I started off the day with an extortion letter. Someone managed to grab a password I used 10+ years ago. This person (or possibly even company/country, this email was surprisingly well written) thinks that I'll wire them 7000 USD in Bitcoin to keep them from sending supposedly ‘incriminating' videos to my contacts…. because they have access to my computer and my webcam… yeah, sure.
Clever- but not going to happen. They don't have access to my computer, but they do have my attention!

I know the hack that brought this to light- and a lot of people were involved. So a lot of people are going to get this email and very likely try to send the ransom.
The sad thing is that people like these extortionists that would be better off putting their skills to valuable work… will probably make a lot of money from FEAR. I mean- they emailed me the password. There's no mystery that they have it. But I'm not concerned. I know this was from years go. I already took action. They can't get into my accounts and they know it. All they have is an old password and an email account!
But why did I already know that people had this password?

Why I Use Dashlane

This is why I use Dashlane for storing passwords. Here's some hastily written bullet points and some of my practices in using the software…
  • Every website gets their own password
  • Passwords are stored automatically, and most importantly you can have it generate the password for you so you aren't even aware of what it is at all
  • Passwords are stored in the cloud but the decrypt password is NOT stored in the cloud (decryption is done at the device level only, so only an encrypted file is stored)
  • It syncs across devices so I don't have to write passwords down anywhere or store them any other way
  • I was able to import from my Google password sync and KeePass accounts
  • Lets you know when passwords are re-used (crucial for this particular hack, I can see where that password is used and take the appropriate action)
  • You can optionally have this login for you automatically per site (not globally) which is great for me because I often have 5 or more accounts on a single SSO portal like Microsoft or Citrix.
  • They have a VPN now- if you're at a coffee shop or whatever, you can use Dashlane's VPN to secure the connection automatically.
  • Browser extensions for Chrome, IE, Safari, Firefox and now even Edge.
  • Store and autofill other information, not just password but address- even credit cards if you want to.
  • Darkweb monitoring tells me my overall score, and how many times I'm using safe, reused, weak or compromised passwords. It now even monitors email accounts on the darkweb and lets you know what hack was involved.
  • One of my favorite features: I can securely SHARE passwords with others either on my team or that I know personally. So for my Virtual Assistants- I can give them access to use Dashlane for certain websites without having to give them the actual password or logon. The plugin fills it in for them.
  • Family emergency access. Another favorite feature of mine; this allows you to declare trusted people that can get access to your account if needed.

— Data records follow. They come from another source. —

"use client";

import type { Editor } from "@tiptap/core";
import { useEditorState } from "@tiptap/react";
import type { TraceBlockInput } from "@/lib/document/block-schemas";

/** The trace blocks of the entry, in document order; re-renders only when one of them changes. */
export function useEntryTraceBlocks(editor: Editor): TraceBlockInput[] {
  return (
    useEditorState({
      editor,
      selector: ({ editor: e }) => {
        const found: TraceBlockInput[] = [];
        e.state.doc.descendants((node) => {
          if (node.type.name === "traceBlock") found.push(node.attrs as TraceBlockInput);
          return !node.isTextblock;
        });
        return found;
      },
      equalityFn: (a, b) =>
        a === b ||
        (a !== null &&
          b !== null &&
          a.length === b.length &&
          a.every((block, i) => block === b[i])),
    }) ?? []
  );
}
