const today = new Date().toISOString().slice(0, 10);
const dayOffset = (days: number) =>
  new Date(Date.now() + days * 86_400_000).toISOString().slice(0, 10);
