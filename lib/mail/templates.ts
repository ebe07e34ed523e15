/** Mail texts, in Ionleaf's own words. Plain text first: it reads well in any client. */
export function invitationMail(input: {
  labName: string;
  inviterName: string;
  role: string;
  link: string;
  expiresAt: Date;
}) {
  const expires = input.expiresAt.toISOString().slice(0, 16).replace("T", " ");
  const text = [
    `${input.inviterName} has invited you to join ${input.labName} on Ionleaf as a ${input.role}.`,
    "",
    "Ionleaf is the lab's electrochemistry notebook: entries, solution blocks that compute",
    "ionic strength and activities, cell preparations and countersignatures.",
    "",
    `Set your password and join: ${input.link}`,
    "",
    `The link works once and until ${expires} UTC. If you did not expect this, ignore it.`,
  ].join("\n");
  return { subject: `Join ${input.labName} on Ionleaf`, text };
}

/**
 * Sent instead of an invitation when the address already has an account in another lab, so
 * the inviting admin learns nothing about other labs' members and the owner of the address
 * learns what happened. It carries no link: one account belongs to one lab.
 */
export function alreadyRegisteredMail(input: { labName: string; inviterName: string }) {
  const text = [
    `${input.inviterName} tried to invite this address to ${input.labName} on Ionleaf.`,
    "",
    "This address already has an Ionleaf account in another lab, and an account belongs to",
    "one lab, so no invitation link was made. If you want to join, ask them to invite another",
    "address of yours; if you did not expect this, ignore it.",
  ].join("\n");
  return { subject: `An invitation to ${input.labName} on Ionleaf`, text };
}

const entryLink = (appUrl: string, path: string) => new URL(path, appUrl).toString();

export function reviewRequestedMail(input: {
  appUrl: string;
  entryId: string;
  entryTitle: string;
  authorName: string;
  revision: number;
  amendment: boolean;
}) {
  const what = input.amendment ? "an amendment of a countersigned entry" : "an entry";
  const text = [
    `${input.authorName} has submitted ${what} for your countersignature:`,
    "",
    `  ${input.entryTitle} (revision ${input.revision})`,
    "",
    `Review it: ${entryLink(input.appUrl, `/review/${input.entryId}`)}`,
    "",
    "You can countersign it with your password, or return it to the author with a comment.",
  ].join("\n");
  return { subject: `Review requested: ${input.entryTitle}`, text };
}

export function reviewDecidedMail(input: {
  appUrl: string;
  entryId: string;
  entryTitle: string;
  reviewerName: string;
  revision: number;
  decision: "countersigned" | "returned";
  comment: string;
}) {
  const head =
    input.decision === "countersigned"
      ? `${input.reviewerName} has countersigned revision ${input.revision} of your entry:`
      : `${input.reviewerName} has returned revision ${input.revision} of your entry for changes:`;
  const text = [
    head,
    "",
    `  ${input.entryTitle}`,
    "",
    ...(input.comment ? [`Comment: ${input.comment}`, ""] : []),
    `Open it: ${entryLink(input.appUrl, `/entries/${input.entryId}`)}`,
  ].join("\n");
  const subject =
    input.decision === "countersigned"
      ? `Countersigned: ${input.entryTitle}`
      : `Returned for changes: ${input.entryTitle}`;
  return { subject, text };
}
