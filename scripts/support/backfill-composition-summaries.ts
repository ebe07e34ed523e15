/**
 * Fills solution_results.composition_summary (drizzle/0011) for the rows saved before the
 * column existed, from what each row already holds: the typed components of its inputs and,
 * for a solution made from stocks, the components its stocks contributed (results.dilution),
 * through the same compositionSummary the save path uses. Run by runMigrations after the SQL
 * migrations, as the owner of the tables; a no-op (one probe of an empty partial index) once
 * every row has its summary.
 *
 * Stored results are immutable (trigger solution_results_immutable). The backfill turns that
 * trigger off inside its own transaction, sets nothing but the new column of rows where it is
 * null, and turns it back on before committing; ALTER TABLE is transactional, so a crash
 * anywhere leaves the trigger on and the rows as they were.
 */
import type { Pool, PoolClient } from "pg";
import { compositionSummary } from "@/lib/document/composition-summary";

const BATCH = 5_000;

/** A JSON value as a list of components (a row without any has null). */
const list = (x: unknown): unknown[] => (Array.isArray(x) ? (x as unknown[]) : []);

interface PendingRow {
  id: string;
  components: unknown;
  diluted: unknown;
}

async function hasColumn(client: PoolClient): Promise<boolean> {
  const { rows } = await client.query(
    `select 1 from information_schema.columns
      where table_schema = current_schema() and table_name = 'solution_results'
        and column_name = 'composition_summary'`,
  );
  return rows.length === 1;
}

/** Fills every missing summary; returns how many rows it filled. */
export async function backfillCompositionSummaries(pool: Pool): Promise<number> {
  const client = await pool.connect();
  try {
    // A database migrated only part of the way (tests do that) has no column to fill yet.
    if (!(await hasColumn(client))) return 0;
    const pending = await client.query(
      `select 1 from solution_results where composition_summary is null limit 1`,
    );
    if (pending.rows.length === 0) return 0;

    await client.query("begin");
    await client.query("alter table solution_results disable trigger solution_results_immutable");
    let filled = 0;
    let after = "00000000-0000-0000-0000-000000000000";
    for (;;) {
      const { rows } = await client.query<PendingRow>(
        `select id, inputs -> 'components' as components,
                results -> 'dilution' -> 'components' as diluted
           from solution_results
          where composition_summary is null and id > $1
          order by id limit ${BATCH}`,
        [after],
      );
      if (rows.length === 0) break;
      const summaries = rows.map((r) =>
        compositionSummary([...list(r.components), ...list(r.diluted)]),
      );
      await client.query(
        `update solution_results s set composition_summary = v.summary
           from unnest($1::uuid[], $2::text[]) as v(id, summary)
          where s.id = v.id and s.composition_summary is null`,
        [rows.map((r) => r.id), summaries],
      );
      filled += rows.length;
      after = rows[rows.length - 1].id;
    }
    await client.query("alter table solution_results enable trigger solution_results_immutable");
    await client.query("commit");
    return filled;
  } catch (error) {
    await client.query("rollback").catch(() => undefined);
    throw error;
  } finally {
    client.release();
  }
}
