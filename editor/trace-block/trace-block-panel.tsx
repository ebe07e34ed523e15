"use client";

import type { Editor } from "@tiptap/core";
import { useQueries, useQuery } from "@tanstack/react-query";
import { lazy, Suspense, useMemo, useState } from "react";
import { convertPotential, listReferenceElectrodes } from "@/lib/chem";
import type { TraceBlockInput } from "@/lib/document/block-schemas";
import { traceViewQueryKey, type TraceViewDto } from "@/lib/contract/traces";
import { apiFetch } from "@/lib/ui/api-client";
import { TECHNIQUE_LABEL } from "@/lib/traces";
import { TextField } from "../ui/text-field";
import { SelectField } from "../ui/select-field";
import { referenceElectrodeLabel } from "../chem-catalogue";
import { MappingDialog } from "./mapping-dialog";
import { PeaksTable } from "./peaks-table";
import { useEntryBlocks } from "../use-entry-blocks";
import { ExpectedVsMeasured, type LinkedVoltammogram } from "./expected-vs-measured";

// uPlot comes with the first trace block only; its fetch starts as soon as this panel's code
// runs, alongside the trace's data, instead of after the data arrived.
const loadTracePlot = () => import("./trace-plot");
const TracePlot = lazy(loadTracePlot);

/** Above this many cycles the cycle checkboxes fold into a disclosure. */
const MANY_CYCLES = 12;

/** Which cycles of a voltammogram are drawn; null means all. */
function CycleChoices({
  labels,
  chosen,
  editable,
  onChange,
}: {
  labels: string[];
  chosen: number[] | null | undefined;
  editable: boolean;
  onChange: (cycles: number[] | null) => void;
}) {
  const boxes = (
    <fieldset className="flex flex-wrap gap-3 text-xs">
      <legend className="sr-only">Cycles shown</legend>
      {labels.map((label, i) => (
        <label key={label} className="flex items-center gap-1">
          <input
            type="checkbox"
            checked={!chosen || chosen.includes(i + 1)}
            disabled={!editable}
            onChange={(e) => {
              const all = labels.map((_, k) => k + 1);
              const current = chosen ?? all;
              const next = e.target.checked
                ? [...new Set([...current, i + 1])].sort((a, b) => a - b)
                : current.filter((c) => c !== i + 1);
              onChange(next.length === all.length ? null : next);
            }}
          />
          {label}
        </label>
      ))}
    </fieldset>
  );
  if (labels.length <= MANY_CYCLES) return boxes;
  // A long cycling run: the list folds away instead of filling the block.
  return (
    <details className="text-xs">
      <summary className="cursor-pointer text-ink-soft">
        Cycles shown: {chosen ? `${chosen.length} of ${labels.length}` : `all ${labels.length}`}
      </summary>
      <div className="mt-2 max-h-48 overflow-y-auto">{boxes}</div>
    </details>
  );
}

interface TraceBlockPanelProps {
  editor: Editor;
  value: TraceBlockInput;
  onChange: (next: TraceBlockInput) => void;
  editable: boolean;
}

const REFERENCES = listReferenceElectrodes().filter((r) => r.id !== "RHE");

const PREFIXES = [
  { factor: 1, symbol: "" },
  { factor: 1e3, symbol: "m" },
  { factor: 1e6, symbol: "µ" },
  { factor: 1e9, symbol: "n" },
];

/** The loaded views only: structurally shared, so unchanged traces keep their identity. */
function combineViews(results: { data?: TraceViewDto }[]): (TraceViewDto | undefined)[] {
  return results.map((r) => r.data);
}

/** The SI prefix that puts the largest current between 1 and 1000 in its unit. */
function currentPrefix(values: number[]) {
  const largest = values.reduce((m, v) => Math.max(m, Math.abs(v)), 0);
  return PREFIXES.find((p) => largest * p.factor >= 1) ?? PREFIXES[PREFIXES.length - 1];
}

/**
 * An instrument export plotted: current against potential per cycle for voltammetry, current
 * or potential against time, Nyquist and Bode plots for impedance. Current can be shown per
 * electrode area (from a linked cell block) and potentials on another reference scale.
 */
export function TraceBlockPanel({ editor, value, onChange, editable }: TraceBlockPanelProps) {
  void loadTracePlot();
  const query = useQuery({
    queryKey: traceViewQueryKey(value.attachmentId),
    queryFn: () => apiFetch<TraceViewDto>(`/api/attachments/${value.attachmentId}/trace`),
    staleTime: Infinity,
  });
  const [mappingOpen, setMappingOpen] = useState(false);
  const cells = useEntryBlocks(editor, "cellBlock");
  const cell = cells.find((c) => c.blockId === value.cellBlockId) ?? null;
  const areaCm2 = cell?.workingElectrode.areaCm2 ?? null;
  const solutions = useEntryBlocks(editor, "solutionBlock");
  const electrolyte = solutions.find((s) => s.blockId === cell?.electrolyteBlockId) ?? null;
  // The entry's traces linked to the same cell, for i_p against √v (the query cache is shared).
  const traceBlocks = useEntryBlocks(editor, "traceBlock");
  const siblings = useMemo(
    () => traceBlocks.filter((t) => cell !== null && t.cellBlockId === cell.blockId),
    [traceBlocks, cell],
  );
  const siblingViews = useQueries({
    queries: siblings.map((t) => ({
      queryKey: traceViewQueryKey(t.attachmentId),
      queryFn: () => apiFetch<TraceViewDto>(`/api/attachments/${t.attachmentId}/trace`),
      staleTime: Infinity,
    })),
    combine: combineViews,
  });
  const linked = useMemo(
    () =>
      siblings.flatMap((t, i): LinkedVoltammogram[] => {
        const data = siblingViews[i];
        const technique = data?.summary.technique;
        return data &&
          (technique === "cyclic-voltammetry" || technique === "linear-sweep-voltammetry")
          ? [{ label: t.name || data.name, view: data }]
          : [];
      }),
    [siblings, siblingViews],
  );
  const patch = (changes: Partial<TraceBlockInput>) => onChange({ ...value, ...changes });
  const view = query.data;
  const fileReference = view?.summary.header.referenceElectrode?.id ?? null;
  const isVoltammetry =
    view?.summary.technique === "cyclic-voltammetry" ||
    view?.summary.technique === "linear-sweep-voltammetry";

  const shown = useMemo(() => {
    if (!view) return null;
    const shift =
      isVoltammetry &&
      value.potentialScale &&
      fileReference &&
      value.potentialScale !== fileReference
        ? convertPotential(0, fileReference, value.potentialScale, { temperatureC: 25 })
        : 0;
    const perArea = value.showCurrentDensity && areaCm2 && areaCm2 > 0 ? 1 / areaCm2 : 1;
    const isCurrent = isVoltammetry || view.axes.y === "I / A";
    const raw = view.series
      .filter((_, i) => !isVoltammetry || !value.cycles || value.cycles.includes(i + 1))
      .map((s) => ({
        label: s.label,
        x: isVoltammetry ? s.x.map((x) => x + shift) : s.x,
        y: isCurrent ? s.y.map((y) => y * perArea) : s.y,
      }));
    // Currents are read in the prefix that suits their size (µA for a microelectrode).
    const prefix = isCurrent ? currentPrefix(raw.flatMap((s) => s.y)) : { factor: 1, symbol: "" };
    const series = raw.map((s) => ({ ...s, y: s.y.map((y) => y * prefix.factor) }));
    const xLabel = isVoltammetry
      ? `E / V vs ${referenceElectrodeLabel(value.potentialScale ?? fileReference ?? "the file's reference")}`
      : view.axes.x;
    const yLabel = !isCurrent
      ? view.axes.y
      : perArea !== 1
        ? `j / ${prefix.symbol}A cm⁻²`
        : `I / ${prefix.symbol}A`;
    const scale = prefix.factor;
    return { series, xLabel, yLabel, shift, perArea, scale };
  }, [view, isVoltammetry, value, fileReference, areaCm2]);

  return (
    <section
      data-live-block="trace"
      id={`block-${value.blockId}`}
      aria-label={`Trace block ${value.name || view?.name || ""}`}
      className="my-4 rounded-lg border border-ink-faint/40 bg-white/70 shadow-sm"
    >
      <header className="flex flex-wrap items-center gap-2 border-b border-ink-faint/30 bg-paper-deep/60 px-3 py-1.5">
        <span className="rounded bg-copper-600 px-1.5 py-0.5 text-[10px] font-semibold tracking-wider text-white uppercase">
          Trace
        </span>
        <TextField
          label="Trace name"
          hideLabel
          maxLength={120}
          className="min-w-40 flex-1"
          placeholder="Name, e.g. CV of ferricyanide at 100 mV/s"
          value={value.name}
          disabled={!editable}
          onValueChange={(name) => patch({ name })}
        />
        <a
          className="text-xs text-copper-700 hover:underline"
          href={`/api/attachments/${value.attachmentId}`}
        >
          {view?.name ?? "file"}
        </a>
      </header>
      <div className="space-y-3 px-3 py-3 text-sm">
        {query.isLoading ? <p className="text-ink-soft">Reading the export…</p> : null}
        {query.error ? (
          <p role="alert" className="text-red-700">
            {query.error.message}
          </p>
        ) : null}
        {view ? (
          <>
            <p className="text-xs text-ink-soft" data-testid="trace-technique">
              <span className="font-medium text-ink">
                {TECHNIQUE_LABEL[view.summary.technique]}
              </span>{" "}
              — {view.summary.techniqueReason}. {view.summary.points.toLocaleString("en-GB")} points
              {view.summary.cycles.length ? `, ${view.summary.cycles.length} cycle(s)` : ""}
              {view.summary.header.scanRateVPerS
                ? `, ${(view.summary.header.scanRateVPerS * 1000).toPrecision(3)} mV/s`
                : ""}
              .
            </p>
            <div className="flex flex-wrap items-end gap-3">
              {isVoltammetry ? (
                <SelectField
                  label="Potential scale"
                  value={value.potentialScale ?? ""}
                  disabled={!editable || !fileReference}
                  options={[
                    {
                      value: "",
                      label: fileReference
                        ? `As recorded (${referenceElectrodeLabel(fileReference)})`
                        : "As recorded",
                    },
                    ...REFERENCES.map((r) => ({ value: r.id, label: r.name })),
                  ]}
                  onValueChange={(v) =>
                    patch({ potentialScale: (v || null) as TraceBlockInput["potentialScale"] })
                  }
                />
              ) : null}
              <SelectField
                label="Cell block"
                value={value.cellBlockId ?? ""}
                disabled={!editable}
                options={[
                  { value: "", label: "Not linked" },
                  ...cells.map((c) => ({
                    value: c.blockId,
                    label: c.name || `Cell ${c.blockId.slice(0, 6)}`,
                  })),
                ]}
                onValueChange={(v) => patch({ cellBlockId: v || null })}
              />
              <label className="flex items-center gap-2 pb-2 text-xs">
                <input
                  type="checkbox"
                  checked={value.showCurrentDensity}
                  disabled={!editable || !areaCm2}
                  onChange={(e) => patch({ showCurrentDensity: e.target.checked })}
                />
                Current density
                {areaCm2 ? ` (${areaCm2} cm²)` : " (link a cell block with an electrode area)"}
              </label>
            </div>
            {isVoltammetry && view.series.length > 1 ? (
              <CycleChoices
                labels={view.series.map((x) => x.label)}
                chosen={value.cycles}
                editable={editable}
                onChange={(cycles) => patch({ cycles })}
              />
            ) : null}
            {shown && shown.series.length ? (
              <Suspense fallback={<div className="h-72 animate-pulse rounded bg-paper-deep" />}>
                <TracePlot
                  series={shown.series}
                  xLabel={shown.xLabel}
                  yLabel={shown.yLabel}
                  equalAxes={view.summary.technique === "impedance"}
                  peaks={
                    isVoltammetry
                      ? view.peaks.filter((p) => !value.cycles || value.cycles.includes(p.cycle))
                      : []
                  }
                  shift={shown.shift}
                  perArea={shown.perArea * shown.scale}
                  bode={view.bode}
                />
              </Suspense>
            ) : (
              <p className="text-ink-soft">
                Nothing to plot: no potential, current or time column was recognised.
              </p>
            )}
            {isVoltammetry ? (
              <PeaksTable
                peaks={view.peaks}
                shift={shown?.shift ?? 0}
                perArea={shown?.perArea ?? 1}
              />
            ) : null}
            {isVoltammetry && cell ? (
              <ExpectedVsMeasured
                cell={cell}
                electrolyte={electrolyte}
                view={view}
                linked={linked}
                editable={editable}
              />
            ) : null}
            {view.summary.problems.length ? (
              <div className="rounded-md border border-amber-200 bg-amber-50 px-3 py-2 text-xs text-amber-900">
                <p className="font-medium">What the reader did not understand</p>
                <ul className="mt-1 list-disc pl-4">
                  {view.summary.problems.map((p) => (
                    <li key={p}>{p}</li>
                  ))}
                </ul>
              </div>
            ) : null}
            {editable ? (
              <button
                type="button"
                className="text-xs text-copper-700 hover:underline"
                onClick={() => setMappingOpen(true)}
              >
                Choose the columns myself…
              </button>
            ) : null}
            {mappingOpen ? (
              <MappingDialog
                view={view}
                onClose={() => setMappingOpen(false)}
                onSaved={() => {
                  setMappingOpen(false);
                  void query.refetch();
                }}
              />
            ) : null}
          </>
        ) : null}
      </div>
    </section>
  );
}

Why am I saying all this? I've been using this service for well over a year now and I'm pretty happy with it. Someone referred me. I refer people all the time. But I thought I'd go a little further today. At the time of this writing, Dashlane is giving you $20 off, and giving me $20 off for the referral. I figure this is a great way to let people support my efforts while I give them a valuable tool I actually use! Will your price be different thru this link? Nope. You could go get it right now on your own and I'll be happy for you. I'd rather see you using good tools to protect your information online.

And if I'm wrong and everyone I know gets a clever video of me supposedly watching a porn site, I'll humbly bow to their hacking prowess. But for now, I'm not about to be bullied, extorted or live in fear because they had a password I used once- and NEITHER SHOULD YOU. But this did get my heart rate up a bit today, I'll be honest and say I find myself even now thinking what it would be like if I didn't have this service. In fact, I'm also thinking I may just take them up on their Premium Plus plan that offers identity theft protection. It's about $5 more per month.

Don't get bullied or give into extortionists. Fight back with the right tools to manage your online passwords. Click To Tweet

Oh- and you can use Dashlane for free for up to 50 passwords. I have it managing over 1000, but who's counting? (spoiler- the app is)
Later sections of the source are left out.